Task objective –
Copy out every line of the data that has the word "tempfile" somewhere in it.

Exercise inputs –
==============================

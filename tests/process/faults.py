"""Every fault that a process of the service can have, under live load, and what must hold afterwards.

As a program: `python tests/process/faults.py` goes through every process with every fault (long form; a table).
"""

import itertools
import os
import signal
import sys
import tempfile
import threading
import time
from collections.abc import Iterator
from contextlib import contextmanager
from dataclasses import dataclass, field
from pathlib import Path
from typing import Any

import numpy as np

sys.path.insert(0, str(Path(__file__).parent))

from rig import ArrayModel, Block, Feeder, Listener, Service, block_message, encode_samples

__all__ = ["BACK_S", "FAULTS", "Bench", "Outcome", "live_bench"]

ARRAY = ArrayModel(channels=64, spacing_m=0.375, rate_hz=16000.0)
BLOCK = 1024
BACK_S = 5.0  #: every process up again within this
FAULTS = ("kill", "stop", "spin")
#: loaded by every Python process of the service under test: SIGUSR1 makes its main thread go round for ever
SPINNER = """
import signal

def _spin(*_):
    while True:
        pass

signal.signal(signal.SIGUSR1, _spin)
"""


class LiveFeed(threading.Thread):
    """An array at work: blocks at their own pace, never waiting to see how they fare."""

    def __init__(self, feeder: Feeder) -> None:
        super().__init__(daemon=True)
        self._feeder, self._stop_asked = feeder, threading.Event()
        rng = np.random.default_rng(11)
        noise = rng.standard_normal((ARRAY.channels, BLOCK)) * 0.01
        self._data = encode_samples(noise, "i2", "channel")
        self.sent = 0
        self.broken: BaseException | None = None

    def run(self) -> None:
        begun = time.monotonic()
        try:
            while not self._stop_asked.is_set():
                first = self.sent * BLOCK
                t_ns = 10**18 + round(first * 1e9 / ARRAY.rate_hz)
                self._feeder.send(block_message(ARRAY, Block(first, BLOCK, t_ns, self._data), "a", type="i2"))
                self.sent += 1
                self._stop_asked.wait(max(0.0, begun + self.sent * BLOCK / ARRAY.rate_hz - time.monotonic()))
        except BaseException as error:
            self.broken = error

    def end(self) -> None:
        self._stop_asked.set()
        self.join(20)
        assert self.broken is None, self.broken


@dataclass
class Outcome:
    """What one fault did."""

    name: str
    fault: str
    back_s: float
    pid: int
    holes: dict[str, int] = field(default_factory=dict)


@dataclass
class Bench:
    """A service under live load, to be hurt."""

    service: Service
    listener: Listener
    feed: LiveFeed

    def names(self) -> list[str]:
        return [process["name"] for process in self.status()["processes"]]

    def status(self) -> dict[str, Any]:
        return self.listener.of("status")[-1].header

    def entry(self, name: str, status: dict[str, Any] | None = None) -> dict[str, Any]:
        return next(p for p in (status or self.status())["processes"] if p["name"] == name)

    def hurt(self, name: str, fault: str, deadline_s: float) -> Outcome:
        """Do it, and wait until every process is up again and samples arrive as maps of every band."""
        before = self.entry(name)
        counts = {topic: len(self.listener.of(topic)) for topic in self.listener.topics()}
        done = time.monotonic()
        _hurt(before["pid"], fault)

        def is_back(status: dict[str, Any]) -> bool:
            new = self.entry(name, status)["pid"] != before["pid"]
            return new and all(p["state"] == "up" for p in status["processes"])

        self.listener.wait_status(f"{name} back after {fault}", is_back, deadline_s)
        back_s = time.monotonic() - done
        for topic in [topic for topic in counts if topic.startswith("map/")]:
            self.listener.wait_count(topic, counts[topic] + 12, 30.0)
        outcome = Outcome(name, fault, back_s, self.entry(name)["pid"])
        outcome.holes = {topic: self.check_topic(topic, done) for topic in counts}
        return outcome

    def check_topic(self, topic: str, since: float) -> int:
        """Messages missing by `seq` since then; a map after missing samples or a new process must say `gap`."""
        messages = [m for m in self.listener.of(topic) if m.came > since - 2.0]
        missing = 0
        for a, b in itertools.pairwise(messages):
            same = a.header["start"] == b.header["start"]
            if same:
                missing += b.header["seq"] - a.header["seq"] - 1
            if topic.startswith("map/"):
                hop_ns = (b.header["t_end"] - b.header["t"]) // 2
                seen_all = same and b.header["seq"] == a.header["seq"] + 1
                broken = not same or (seen_all and b.header["t"] - a.header["t"] != hop_ns)
                assert b.header["limits"]["gap"] or not broken, f"{topic}: break before {b.header['t']} not flagged"
        return missing

    def counters_are_exact(self) -> None:
        """Every sample instant sent is accepted or counted as lost, and the count stands where the feed does."""
        self.feed.end()
        sent = self.feed.sent * BLOCK

        def settled(status: dict[str, Any]) -> bool:
            return status["next"] == sent

        status = self.listener.wait_status(f"all of {sent} samples judged", settled, 20.0)
        assert status["samples"] + status["lost_samples"] == sent, status
        assert status["trimmed_samples"] == 0
        assert sum(status["dropped"].values()) == 0, status["dropped"]


def _hurt(pid: int, fault: str) -> None:
    if fault == "kill":
        os.kill(pid, signal.SIGKILL)
    elif fault == "stop":
        os.kill(pid, signal.SIGSTOP)
    else:
        os.kill(pid, signal.SIGUSR1)


@contextmanager
def live_bench(folder: Path) -> Iterator[Bench]:
    """64 hydrophones at 16 kHz, a band of 181 beams and a small one, live, in `drop`."""
    spinner = folder / "spinner"
    spinner.mkdir()
    (spinner / "sitecustomize.py").write_text(SPINNER)
    bands = [
        ARRAY.band(name="main", band_hz=[50.0, 5900.0], frame=8192, beams=181, average_s=0.5),
        ARRAY.band(name="low", band_hz=[20.0, 500.0], frame=4096, beams=61, average_s=0.5),
    ]
    settings = ARRAY.settings(*bands, overload="drop")
    with (
        Service(settings, folder / "service", extra_path=spinner) as service,
        service.listener() as listener,
        service.feeder(queue=64) as feeder,
    ):
        feed = LiveFeed(feeder)
        feed.start()
        for band in bands:
            listener.wait_count(f"map/{band['name']}", 6)
        yield Bench(service, listener, feed)
        feed.end()


def main() -> None:
    with tempfile.TemporaryDirectory() as folder, live_bench(Path(folder)) as bench:
        print(f"{'process':<14}{'fault':<8}{'back after':>11}  missing by seq")
        names = bench.names()
        turns = [(name, fault) for fault in FAULTS for name in names]
        turns += [(name, "kill") for name in names for _ in range(3)]
        for name, fault in turns:
            outcome = bench.hurt(name, fault, 40.0)
            holes = {topic: count for topic, count in outcome.holes.items() if count}
            print(f"{name:<14}{fault:<8}{outcome.back_s:>9.2f} s  {holes or 'none'}", flush=True)
        bench.counters_are_exact()
        print("counters exact:", {k: bench.status()[k] for k in ("blocks", "samples", "gaps", "lost_samples")})
        print("restarts:", {p["name"]: p["restarts"] for p in bench.status()["processes"]}, "of", len(turns), "faults")
        print("bands:", bench.status()["bands"])


if __name__ == "__main__":
    main()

==============================

Finished exercise –
import tempfile
    with tempfile.TemporaryDirectory() as folder, live_bench(Path(folder)) as bench:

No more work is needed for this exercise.